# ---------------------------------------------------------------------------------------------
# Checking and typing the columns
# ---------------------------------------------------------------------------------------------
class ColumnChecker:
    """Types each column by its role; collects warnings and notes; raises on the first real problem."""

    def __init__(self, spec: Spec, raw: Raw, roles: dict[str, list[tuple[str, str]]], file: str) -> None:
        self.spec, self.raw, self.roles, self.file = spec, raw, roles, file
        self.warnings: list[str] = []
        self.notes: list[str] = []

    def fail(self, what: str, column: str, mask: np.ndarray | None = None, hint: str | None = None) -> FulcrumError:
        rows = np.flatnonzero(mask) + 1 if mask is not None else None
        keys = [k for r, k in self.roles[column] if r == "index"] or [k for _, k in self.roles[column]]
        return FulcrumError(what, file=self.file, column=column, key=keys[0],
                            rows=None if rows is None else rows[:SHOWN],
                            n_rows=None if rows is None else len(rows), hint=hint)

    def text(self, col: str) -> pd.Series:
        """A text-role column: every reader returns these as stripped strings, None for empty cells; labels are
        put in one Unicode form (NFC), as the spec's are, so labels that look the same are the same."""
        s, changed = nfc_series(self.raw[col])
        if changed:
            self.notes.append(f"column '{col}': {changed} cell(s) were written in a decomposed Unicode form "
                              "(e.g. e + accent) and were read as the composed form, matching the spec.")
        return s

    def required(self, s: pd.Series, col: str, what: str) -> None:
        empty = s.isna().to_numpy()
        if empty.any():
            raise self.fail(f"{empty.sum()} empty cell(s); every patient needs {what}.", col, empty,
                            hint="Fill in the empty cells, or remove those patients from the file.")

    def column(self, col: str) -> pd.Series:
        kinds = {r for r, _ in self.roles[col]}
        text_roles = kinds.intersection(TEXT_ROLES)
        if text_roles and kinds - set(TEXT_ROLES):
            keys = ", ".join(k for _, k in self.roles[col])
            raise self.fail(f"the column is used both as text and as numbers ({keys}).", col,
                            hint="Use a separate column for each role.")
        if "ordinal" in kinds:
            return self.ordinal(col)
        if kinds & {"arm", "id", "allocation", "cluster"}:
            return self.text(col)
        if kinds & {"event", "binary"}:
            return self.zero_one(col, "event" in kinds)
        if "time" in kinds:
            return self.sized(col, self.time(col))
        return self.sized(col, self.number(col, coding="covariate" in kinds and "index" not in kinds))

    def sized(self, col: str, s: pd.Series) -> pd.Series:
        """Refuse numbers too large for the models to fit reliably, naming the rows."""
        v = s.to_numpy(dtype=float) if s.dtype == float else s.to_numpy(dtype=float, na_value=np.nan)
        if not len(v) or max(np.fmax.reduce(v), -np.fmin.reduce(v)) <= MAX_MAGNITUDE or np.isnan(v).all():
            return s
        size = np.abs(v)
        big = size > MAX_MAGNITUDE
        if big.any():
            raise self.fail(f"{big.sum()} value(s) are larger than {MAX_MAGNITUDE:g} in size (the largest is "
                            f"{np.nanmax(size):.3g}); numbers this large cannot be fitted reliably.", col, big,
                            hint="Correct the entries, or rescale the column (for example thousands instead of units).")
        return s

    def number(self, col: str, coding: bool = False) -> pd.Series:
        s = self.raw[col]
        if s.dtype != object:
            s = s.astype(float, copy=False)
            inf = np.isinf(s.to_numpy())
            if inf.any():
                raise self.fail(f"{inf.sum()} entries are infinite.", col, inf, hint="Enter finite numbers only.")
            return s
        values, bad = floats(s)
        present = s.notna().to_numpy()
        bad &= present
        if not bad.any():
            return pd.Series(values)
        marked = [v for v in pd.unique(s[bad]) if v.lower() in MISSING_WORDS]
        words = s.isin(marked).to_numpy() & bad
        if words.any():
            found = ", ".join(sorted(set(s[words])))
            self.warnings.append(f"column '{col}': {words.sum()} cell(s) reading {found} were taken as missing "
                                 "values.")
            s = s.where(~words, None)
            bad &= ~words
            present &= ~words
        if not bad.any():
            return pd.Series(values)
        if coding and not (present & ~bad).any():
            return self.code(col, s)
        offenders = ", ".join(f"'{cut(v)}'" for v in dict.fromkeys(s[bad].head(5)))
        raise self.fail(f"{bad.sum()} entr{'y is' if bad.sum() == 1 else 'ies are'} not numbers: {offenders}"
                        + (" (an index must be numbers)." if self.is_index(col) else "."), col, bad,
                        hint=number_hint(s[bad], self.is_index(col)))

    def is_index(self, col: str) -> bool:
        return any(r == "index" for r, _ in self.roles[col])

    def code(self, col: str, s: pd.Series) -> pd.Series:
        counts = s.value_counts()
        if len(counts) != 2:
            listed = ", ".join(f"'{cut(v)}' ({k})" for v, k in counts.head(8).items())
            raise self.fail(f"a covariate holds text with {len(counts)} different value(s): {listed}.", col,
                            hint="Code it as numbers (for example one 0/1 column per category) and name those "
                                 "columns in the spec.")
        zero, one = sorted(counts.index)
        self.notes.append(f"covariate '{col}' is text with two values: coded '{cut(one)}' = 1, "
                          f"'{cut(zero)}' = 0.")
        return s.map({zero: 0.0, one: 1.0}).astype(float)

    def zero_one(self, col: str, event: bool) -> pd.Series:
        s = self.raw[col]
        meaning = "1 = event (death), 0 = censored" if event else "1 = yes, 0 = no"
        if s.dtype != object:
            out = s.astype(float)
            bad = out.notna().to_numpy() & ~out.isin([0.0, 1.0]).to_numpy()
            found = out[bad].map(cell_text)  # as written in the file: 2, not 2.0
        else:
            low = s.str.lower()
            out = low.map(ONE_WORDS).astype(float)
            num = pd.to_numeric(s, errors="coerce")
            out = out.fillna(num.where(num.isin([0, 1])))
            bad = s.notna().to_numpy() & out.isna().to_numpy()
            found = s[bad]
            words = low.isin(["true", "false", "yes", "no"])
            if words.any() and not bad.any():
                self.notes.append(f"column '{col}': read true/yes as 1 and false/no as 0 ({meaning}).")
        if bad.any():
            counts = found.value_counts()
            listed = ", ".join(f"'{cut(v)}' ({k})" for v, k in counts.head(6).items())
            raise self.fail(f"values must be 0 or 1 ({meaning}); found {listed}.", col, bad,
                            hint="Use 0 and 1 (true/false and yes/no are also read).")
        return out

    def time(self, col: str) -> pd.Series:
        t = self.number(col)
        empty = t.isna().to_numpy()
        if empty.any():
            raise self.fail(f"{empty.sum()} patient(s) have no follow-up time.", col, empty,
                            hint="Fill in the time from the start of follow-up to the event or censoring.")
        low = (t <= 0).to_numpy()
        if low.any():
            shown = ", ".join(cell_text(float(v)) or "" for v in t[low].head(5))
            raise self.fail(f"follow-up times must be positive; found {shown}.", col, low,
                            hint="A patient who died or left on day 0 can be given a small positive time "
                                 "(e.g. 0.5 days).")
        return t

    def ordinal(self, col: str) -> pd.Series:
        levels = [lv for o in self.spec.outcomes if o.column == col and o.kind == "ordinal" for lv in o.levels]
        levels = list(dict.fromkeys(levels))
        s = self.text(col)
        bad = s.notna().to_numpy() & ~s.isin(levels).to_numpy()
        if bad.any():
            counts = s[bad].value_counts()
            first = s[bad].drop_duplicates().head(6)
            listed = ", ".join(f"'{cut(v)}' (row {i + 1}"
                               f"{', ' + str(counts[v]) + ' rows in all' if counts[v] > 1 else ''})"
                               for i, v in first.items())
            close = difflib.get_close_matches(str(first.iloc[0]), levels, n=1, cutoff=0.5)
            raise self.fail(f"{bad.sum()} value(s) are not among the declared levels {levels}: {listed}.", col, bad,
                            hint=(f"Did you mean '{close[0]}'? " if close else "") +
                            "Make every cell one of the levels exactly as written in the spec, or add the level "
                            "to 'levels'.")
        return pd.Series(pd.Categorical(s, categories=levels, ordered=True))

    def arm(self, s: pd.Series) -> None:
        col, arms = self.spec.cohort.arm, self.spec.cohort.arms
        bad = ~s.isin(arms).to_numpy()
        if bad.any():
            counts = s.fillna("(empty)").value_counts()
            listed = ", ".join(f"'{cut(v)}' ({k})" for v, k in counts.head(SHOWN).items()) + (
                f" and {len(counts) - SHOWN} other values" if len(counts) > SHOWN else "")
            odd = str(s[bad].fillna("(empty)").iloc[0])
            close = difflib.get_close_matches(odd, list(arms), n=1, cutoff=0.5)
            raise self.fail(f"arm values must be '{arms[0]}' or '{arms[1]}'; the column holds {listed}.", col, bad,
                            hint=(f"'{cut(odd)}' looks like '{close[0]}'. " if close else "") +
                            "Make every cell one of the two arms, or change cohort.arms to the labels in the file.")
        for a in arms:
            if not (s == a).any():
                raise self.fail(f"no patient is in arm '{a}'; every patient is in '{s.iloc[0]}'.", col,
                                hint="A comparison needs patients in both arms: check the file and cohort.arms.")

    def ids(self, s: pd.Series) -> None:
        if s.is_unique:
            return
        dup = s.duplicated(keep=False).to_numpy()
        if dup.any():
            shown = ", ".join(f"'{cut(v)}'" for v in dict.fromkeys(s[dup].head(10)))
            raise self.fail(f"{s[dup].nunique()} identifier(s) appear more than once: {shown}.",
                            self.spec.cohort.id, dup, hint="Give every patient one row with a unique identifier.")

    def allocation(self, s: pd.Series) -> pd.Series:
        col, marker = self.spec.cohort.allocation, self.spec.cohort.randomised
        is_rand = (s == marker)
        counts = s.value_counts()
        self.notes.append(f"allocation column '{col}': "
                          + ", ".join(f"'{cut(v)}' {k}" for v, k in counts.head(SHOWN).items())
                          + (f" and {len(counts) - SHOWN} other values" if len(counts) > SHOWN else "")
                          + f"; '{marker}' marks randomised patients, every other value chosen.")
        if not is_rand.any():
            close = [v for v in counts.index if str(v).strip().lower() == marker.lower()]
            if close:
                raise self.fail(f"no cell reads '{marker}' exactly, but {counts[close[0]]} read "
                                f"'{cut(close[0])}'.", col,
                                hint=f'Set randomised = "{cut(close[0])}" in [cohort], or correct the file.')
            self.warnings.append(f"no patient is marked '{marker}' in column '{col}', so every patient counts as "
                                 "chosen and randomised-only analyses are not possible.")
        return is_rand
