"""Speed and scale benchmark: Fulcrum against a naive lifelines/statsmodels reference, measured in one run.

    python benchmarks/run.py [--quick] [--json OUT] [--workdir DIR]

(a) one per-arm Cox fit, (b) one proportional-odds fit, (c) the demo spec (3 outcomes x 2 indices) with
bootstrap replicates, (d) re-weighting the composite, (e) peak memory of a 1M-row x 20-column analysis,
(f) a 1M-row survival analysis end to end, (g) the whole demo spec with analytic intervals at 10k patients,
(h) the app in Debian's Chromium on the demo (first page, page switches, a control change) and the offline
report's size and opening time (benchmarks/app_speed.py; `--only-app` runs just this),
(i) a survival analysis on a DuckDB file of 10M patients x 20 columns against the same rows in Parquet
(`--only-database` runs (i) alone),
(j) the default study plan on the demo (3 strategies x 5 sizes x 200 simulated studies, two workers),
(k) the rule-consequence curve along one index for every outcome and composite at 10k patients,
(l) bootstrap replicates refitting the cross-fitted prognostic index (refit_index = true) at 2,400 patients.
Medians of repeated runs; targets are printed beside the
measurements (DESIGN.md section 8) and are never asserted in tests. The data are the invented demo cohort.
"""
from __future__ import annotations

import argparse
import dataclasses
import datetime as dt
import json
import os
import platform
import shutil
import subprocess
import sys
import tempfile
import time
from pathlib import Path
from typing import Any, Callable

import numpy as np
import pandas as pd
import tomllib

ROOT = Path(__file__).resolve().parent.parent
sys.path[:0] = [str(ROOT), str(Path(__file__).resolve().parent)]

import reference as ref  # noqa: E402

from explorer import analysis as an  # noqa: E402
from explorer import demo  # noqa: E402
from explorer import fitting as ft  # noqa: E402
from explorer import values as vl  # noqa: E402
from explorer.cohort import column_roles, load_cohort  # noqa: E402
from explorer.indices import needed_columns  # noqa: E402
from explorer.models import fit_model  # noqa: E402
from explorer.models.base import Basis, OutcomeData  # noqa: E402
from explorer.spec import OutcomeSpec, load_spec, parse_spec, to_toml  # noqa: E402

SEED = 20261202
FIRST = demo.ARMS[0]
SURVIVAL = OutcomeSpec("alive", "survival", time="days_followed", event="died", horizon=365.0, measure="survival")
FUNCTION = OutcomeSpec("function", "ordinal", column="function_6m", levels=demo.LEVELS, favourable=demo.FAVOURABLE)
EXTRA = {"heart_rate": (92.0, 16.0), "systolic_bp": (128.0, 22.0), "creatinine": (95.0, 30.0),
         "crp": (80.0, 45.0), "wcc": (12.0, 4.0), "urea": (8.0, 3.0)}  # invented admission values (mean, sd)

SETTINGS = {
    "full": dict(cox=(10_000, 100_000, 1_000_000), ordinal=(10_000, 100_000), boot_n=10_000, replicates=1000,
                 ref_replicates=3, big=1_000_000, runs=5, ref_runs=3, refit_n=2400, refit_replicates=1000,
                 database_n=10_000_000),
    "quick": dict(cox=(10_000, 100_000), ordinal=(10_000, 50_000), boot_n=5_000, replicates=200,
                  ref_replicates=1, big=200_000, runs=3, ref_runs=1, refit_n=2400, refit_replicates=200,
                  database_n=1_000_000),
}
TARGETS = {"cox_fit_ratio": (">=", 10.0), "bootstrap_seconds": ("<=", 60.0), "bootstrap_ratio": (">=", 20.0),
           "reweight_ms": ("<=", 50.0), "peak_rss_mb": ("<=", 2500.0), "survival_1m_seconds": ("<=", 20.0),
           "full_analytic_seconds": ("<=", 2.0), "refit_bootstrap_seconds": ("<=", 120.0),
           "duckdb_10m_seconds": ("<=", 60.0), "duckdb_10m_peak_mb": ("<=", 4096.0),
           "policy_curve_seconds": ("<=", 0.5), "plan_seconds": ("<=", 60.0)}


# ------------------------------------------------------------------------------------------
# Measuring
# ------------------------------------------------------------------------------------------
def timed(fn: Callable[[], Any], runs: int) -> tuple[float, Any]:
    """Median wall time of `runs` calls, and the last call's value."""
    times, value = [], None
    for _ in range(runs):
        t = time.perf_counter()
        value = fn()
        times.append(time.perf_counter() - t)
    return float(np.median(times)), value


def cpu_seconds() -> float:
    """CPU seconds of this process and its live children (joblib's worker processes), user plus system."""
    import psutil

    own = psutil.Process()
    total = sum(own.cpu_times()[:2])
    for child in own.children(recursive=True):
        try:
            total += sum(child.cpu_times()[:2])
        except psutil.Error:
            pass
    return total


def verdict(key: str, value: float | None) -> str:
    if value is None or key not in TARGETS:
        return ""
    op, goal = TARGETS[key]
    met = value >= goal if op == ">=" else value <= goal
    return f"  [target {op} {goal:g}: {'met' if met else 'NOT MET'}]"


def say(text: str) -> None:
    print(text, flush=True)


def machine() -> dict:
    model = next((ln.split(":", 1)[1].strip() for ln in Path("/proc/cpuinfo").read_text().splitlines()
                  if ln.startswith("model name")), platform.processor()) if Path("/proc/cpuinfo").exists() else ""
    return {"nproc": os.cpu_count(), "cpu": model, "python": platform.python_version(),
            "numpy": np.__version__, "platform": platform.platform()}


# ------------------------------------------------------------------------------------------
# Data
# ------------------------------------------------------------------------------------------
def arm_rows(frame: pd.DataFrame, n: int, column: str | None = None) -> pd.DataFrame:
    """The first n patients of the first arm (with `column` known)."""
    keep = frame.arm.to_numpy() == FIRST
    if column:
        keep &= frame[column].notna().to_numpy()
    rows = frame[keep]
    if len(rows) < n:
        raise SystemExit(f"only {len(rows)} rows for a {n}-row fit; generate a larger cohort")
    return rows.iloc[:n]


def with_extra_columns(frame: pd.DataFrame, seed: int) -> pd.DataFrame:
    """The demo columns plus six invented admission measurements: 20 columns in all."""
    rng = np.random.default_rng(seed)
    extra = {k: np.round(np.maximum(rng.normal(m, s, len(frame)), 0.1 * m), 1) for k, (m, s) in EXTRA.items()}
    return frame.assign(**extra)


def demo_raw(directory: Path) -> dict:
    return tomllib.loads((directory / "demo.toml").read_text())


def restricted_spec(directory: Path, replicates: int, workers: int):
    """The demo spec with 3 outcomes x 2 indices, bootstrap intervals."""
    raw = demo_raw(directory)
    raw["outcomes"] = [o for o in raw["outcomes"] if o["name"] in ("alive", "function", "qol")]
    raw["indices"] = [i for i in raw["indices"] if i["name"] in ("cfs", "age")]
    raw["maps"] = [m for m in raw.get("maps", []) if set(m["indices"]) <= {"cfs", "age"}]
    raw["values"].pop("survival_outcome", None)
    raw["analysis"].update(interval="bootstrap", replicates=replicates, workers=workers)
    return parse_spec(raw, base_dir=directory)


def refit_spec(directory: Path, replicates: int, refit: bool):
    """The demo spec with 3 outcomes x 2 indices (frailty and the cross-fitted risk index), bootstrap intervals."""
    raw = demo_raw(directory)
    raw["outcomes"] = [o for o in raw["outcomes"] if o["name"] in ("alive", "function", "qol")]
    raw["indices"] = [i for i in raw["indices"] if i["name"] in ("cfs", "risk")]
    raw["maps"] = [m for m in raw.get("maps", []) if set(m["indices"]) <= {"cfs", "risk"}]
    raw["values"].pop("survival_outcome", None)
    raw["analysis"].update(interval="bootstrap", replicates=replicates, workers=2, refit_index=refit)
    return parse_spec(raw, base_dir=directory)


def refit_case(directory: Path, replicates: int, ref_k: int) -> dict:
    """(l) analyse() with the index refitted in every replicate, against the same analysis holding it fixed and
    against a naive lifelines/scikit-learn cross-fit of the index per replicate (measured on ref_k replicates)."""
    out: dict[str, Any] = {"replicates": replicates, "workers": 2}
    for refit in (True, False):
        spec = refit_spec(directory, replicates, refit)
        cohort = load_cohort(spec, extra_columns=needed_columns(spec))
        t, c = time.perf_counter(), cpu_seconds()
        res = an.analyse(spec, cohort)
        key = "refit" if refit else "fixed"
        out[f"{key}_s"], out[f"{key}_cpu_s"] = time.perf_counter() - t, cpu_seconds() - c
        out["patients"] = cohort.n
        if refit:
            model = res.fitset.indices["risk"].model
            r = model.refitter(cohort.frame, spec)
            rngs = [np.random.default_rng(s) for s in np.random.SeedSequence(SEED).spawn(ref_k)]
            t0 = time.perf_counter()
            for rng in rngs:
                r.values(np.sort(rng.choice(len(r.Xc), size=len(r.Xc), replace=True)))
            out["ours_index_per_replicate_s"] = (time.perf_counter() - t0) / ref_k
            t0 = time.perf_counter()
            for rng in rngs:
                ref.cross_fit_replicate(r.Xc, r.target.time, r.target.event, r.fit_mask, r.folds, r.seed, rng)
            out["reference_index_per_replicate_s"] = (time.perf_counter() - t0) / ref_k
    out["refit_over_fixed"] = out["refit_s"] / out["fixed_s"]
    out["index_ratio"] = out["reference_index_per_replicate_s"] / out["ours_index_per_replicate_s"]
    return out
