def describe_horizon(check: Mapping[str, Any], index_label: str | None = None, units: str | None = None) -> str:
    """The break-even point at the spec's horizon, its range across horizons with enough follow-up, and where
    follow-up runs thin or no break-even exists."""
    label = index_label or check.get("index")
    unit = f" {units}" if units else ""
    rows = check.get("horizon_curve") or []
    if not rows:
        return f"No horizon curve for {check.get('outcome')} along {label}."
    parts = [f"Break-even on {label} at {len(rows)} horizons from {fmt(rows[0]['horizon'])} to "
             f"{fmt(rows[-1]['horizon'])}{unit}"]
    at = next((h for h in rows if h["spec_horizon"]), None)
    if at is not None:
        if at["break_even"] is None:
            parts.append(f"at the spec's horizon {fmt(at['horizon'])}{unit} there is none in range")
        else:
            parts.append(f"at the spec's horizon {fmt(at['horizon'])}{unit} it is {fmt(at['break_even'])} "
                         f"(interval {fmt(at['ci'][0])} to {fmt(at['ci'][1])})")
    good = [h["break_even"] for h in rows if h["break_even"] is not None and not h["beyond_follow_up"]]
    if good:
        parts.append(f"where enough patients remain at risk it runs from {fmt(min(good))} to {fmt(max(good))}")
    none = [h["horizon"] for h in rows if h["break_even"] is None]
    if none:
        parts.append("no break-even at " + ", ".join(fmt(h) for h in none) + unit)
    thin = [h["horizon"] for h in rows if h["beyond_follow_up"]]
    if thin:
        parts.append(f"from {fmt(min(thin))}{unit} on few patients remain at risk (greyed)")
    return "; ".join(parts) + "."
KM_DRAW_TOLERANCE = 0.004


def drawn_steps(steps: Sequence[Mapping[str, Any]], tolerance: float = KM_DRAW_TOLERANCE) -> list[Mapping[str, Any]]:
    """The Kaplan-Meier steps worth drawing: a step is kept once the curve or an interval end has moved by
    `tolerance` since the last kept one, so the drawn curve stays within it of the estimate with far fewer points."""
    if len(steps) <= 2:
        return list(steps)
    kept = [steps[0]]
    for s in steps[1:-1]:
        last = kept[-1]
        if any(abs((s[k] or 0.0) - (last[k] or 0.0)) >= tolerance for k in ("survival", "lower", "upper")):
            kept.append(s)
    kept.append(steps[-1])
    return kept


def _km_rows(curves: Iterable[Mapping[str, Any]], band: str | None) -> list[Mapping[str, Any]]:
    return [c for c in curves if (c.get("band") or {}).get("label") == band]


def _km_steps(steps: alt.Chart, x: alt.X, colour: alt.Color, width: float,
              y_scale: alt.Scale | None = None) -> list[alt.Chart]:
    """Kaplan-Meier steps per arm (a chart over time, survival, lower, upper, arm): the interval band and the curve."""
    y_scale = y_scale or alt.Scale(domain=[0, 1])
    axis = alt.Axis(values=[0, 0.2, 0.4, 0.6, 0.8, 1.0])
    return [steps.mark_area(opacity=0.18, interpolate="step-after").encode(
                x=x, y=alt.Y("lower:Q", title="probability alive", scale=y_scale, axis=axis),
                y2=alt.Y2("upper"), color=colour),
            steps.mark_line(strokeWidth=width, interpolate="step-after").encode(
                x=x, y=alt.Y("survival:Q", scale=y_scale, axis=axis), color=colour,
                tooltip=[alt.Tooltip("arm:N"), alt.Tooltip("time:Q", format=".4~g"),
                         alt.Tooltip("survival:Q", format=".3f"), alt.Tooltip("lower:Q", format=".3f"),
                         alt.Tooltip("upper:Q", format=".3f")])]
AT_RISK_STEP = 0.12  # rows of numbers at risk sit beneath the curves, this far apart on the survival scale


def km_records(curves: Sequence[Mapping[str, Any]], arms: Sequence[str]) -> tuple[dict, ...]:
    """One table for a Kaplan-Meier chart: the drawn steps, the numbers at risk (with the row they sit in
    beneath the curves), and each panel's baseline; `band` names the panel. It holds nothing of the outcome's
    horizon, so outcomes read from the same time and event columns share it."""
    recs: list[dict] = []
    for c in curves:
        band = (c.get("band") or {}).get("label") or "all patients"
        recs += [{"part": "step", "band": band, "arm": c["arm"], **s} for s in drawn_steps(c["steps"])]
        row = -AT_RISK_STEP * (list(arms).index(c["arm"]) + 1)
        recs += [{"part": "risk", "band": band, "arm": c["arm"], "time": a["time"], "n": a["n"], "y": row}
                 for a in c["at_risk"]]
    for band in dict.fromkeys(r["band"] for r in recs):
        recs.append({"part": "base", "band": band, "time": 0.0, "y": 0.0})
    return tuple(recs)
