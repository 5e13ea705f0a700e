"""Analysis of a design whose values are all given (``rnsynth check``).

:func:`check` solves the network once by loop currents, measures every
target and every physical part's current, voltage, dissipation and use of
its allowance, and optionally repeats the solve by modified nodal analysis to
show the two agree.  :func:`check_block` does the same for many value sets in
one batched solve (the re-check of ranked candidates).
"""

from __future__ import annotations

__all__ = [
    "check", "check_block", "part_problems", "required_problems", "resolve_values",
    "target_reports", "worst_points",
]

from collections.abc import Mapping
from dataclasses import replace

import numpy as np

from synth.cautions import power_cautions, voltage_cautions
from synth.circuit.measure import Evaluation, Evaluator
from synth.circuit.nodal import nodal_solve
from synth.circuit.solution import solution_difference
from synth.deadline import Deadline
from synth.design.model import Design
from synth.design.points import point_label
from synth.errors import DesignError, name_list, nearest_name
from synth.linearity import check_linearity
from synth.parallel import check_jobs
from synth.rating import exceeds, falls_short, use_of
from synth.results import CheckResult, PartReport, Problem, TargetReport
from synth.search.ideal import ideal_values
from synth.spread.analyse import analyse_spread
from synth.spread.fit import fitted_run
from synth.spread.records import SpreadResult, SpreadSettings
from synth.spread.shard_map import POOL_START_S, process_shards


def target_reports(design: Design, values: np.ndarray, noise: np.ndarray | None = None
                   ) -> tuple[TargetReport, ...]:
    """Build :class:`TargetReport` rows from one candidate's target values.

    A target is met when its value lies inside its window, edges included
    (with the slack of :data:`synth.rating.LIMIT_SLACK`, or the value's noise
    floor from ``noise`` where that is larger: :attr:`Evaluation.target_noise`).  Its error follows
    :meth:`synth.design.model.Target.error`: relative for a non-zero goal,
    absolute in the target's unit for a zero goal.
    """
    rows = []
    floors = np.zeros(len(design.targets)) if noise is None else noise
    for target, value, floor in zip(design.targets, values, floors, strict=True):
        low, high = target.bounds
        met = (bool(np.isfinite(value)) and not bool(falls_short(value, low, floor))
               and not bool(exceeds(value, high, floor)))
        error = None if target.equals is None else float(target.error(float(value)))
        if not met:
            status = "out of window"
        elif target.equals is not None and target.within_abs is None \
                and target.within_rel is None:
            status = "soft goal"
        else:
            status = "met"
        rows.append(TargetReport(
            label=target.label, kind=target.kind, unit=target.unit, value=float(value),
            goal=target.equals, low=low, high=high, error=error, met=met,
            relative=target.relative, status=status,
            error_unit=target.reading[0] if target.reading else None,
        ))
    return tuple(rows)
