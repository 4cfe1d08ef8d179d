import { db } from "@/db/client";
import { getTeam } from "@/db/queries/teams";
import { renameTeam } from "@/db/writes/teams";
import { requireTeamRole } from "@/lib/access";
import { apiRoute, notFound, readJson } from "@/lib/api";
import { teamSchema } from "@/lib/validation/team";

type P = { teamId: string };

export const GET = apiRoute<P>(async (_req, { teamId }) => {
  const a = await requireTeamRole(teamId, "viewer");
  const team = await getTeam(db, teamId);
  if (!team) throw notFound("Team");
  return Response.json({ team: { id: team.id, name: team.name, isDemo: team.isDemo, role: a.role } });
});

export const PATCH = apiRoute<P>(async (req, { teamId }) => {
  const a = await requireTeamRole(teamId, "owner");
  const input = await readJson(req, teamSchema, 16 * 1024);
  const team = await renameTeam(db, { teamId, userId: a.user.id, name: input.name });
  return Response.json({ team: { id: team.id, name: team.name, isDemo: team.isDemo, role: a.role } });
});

══════════════════════════════

PROBLEM TO WORK ON: Wherever the string "covariate" shows up in the material, copy the line that holds it.

RESULT:
        return self.sized(col, self.number(col, coding="covariate" in kinds and "index" not in kinds))
            raise self.fail(f"a covariate holds text with {len(counts)} different value(s): {listed}.", col,
        self.notes.append(f"covariate '{col}' is text with two values: coded '{cut(one)}' = 1, "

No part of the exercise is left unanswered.